**Work instruction**. The lines from the one with "reportIssues(summary.issues);" through the last line below are to be copied exactly; no other lines are to be returned.
── The data
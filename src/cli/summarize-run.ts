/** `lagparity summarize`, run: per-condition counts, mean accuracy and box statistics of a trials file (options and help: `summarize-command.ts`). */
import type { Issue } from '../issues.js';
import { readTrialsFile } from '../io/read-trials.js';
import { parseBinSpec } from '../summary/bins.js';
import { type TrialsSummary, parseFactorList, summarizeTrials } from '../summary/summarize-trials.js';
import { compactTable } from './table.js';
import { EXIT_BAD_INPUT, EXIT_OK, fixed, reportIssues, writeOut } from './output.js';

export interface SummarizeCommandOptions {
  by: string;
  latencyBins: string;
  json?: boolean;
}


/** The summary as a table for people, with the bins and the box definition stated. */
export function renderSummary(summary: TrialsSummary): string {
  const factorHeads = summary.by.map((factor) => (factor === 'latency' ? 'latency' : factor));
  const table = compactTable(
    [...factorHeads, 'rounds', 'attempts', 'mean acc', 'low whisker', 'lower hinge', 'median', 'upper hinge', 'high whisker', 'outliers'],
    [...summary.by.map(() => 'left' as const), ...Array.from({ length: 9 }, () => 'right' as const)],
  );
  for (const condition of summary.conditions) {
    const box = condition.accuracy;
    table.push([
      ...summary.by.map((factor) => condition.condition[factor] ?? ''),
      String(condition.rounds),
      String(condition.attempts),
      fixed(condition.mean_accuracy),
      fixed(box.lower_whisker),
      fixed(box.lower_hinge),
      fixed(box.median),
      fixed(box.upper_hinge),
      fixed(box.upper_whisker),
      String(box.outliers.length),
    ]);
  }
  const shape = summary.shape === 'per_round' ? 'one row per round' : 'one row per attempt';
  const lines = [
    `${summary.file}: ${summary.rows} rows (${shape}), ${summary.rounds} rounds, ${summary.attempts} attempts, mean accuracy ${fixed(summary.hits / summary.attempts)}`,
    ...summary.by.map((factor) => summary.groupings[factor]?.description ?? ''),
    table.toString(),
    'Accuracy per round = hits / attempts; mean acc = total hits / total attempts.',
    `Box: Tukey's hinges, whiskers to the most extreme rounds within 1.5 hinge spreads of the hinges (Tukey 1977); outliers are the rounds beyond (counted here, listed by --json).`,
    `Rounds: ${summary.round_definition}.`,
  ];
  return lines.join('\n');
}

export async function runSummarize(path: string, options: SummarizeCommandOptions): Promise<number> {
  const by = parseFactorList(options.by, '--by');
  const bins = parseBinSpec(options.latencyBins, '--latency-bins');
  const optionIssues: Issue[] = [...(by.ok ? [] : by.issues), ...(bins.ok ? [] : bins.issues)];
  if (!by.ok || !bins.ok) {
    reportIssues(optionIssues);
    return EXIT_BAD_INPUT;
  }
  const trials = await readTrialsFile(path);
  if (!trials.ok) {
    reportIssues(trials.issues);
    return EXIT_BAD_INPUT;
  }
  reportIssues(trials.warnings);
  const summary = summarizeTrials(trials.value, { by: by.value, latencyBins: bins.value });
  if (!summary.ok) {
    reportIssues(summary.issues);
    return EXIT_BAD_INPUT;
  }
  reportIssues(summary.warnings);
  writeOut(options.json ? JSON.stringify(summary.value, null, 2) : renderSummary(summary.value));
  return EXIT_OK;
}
────
**Expected output**.
    reportIssues(summary.issues);
    return EXIT_BAD_INPUT;
  }
  reportIssues(summary.warnings);
  writeOut(options.json ? JSON.stringify(summary.value, null, 2) : renderSummary(summary.value));
  return EXIT_OK;
}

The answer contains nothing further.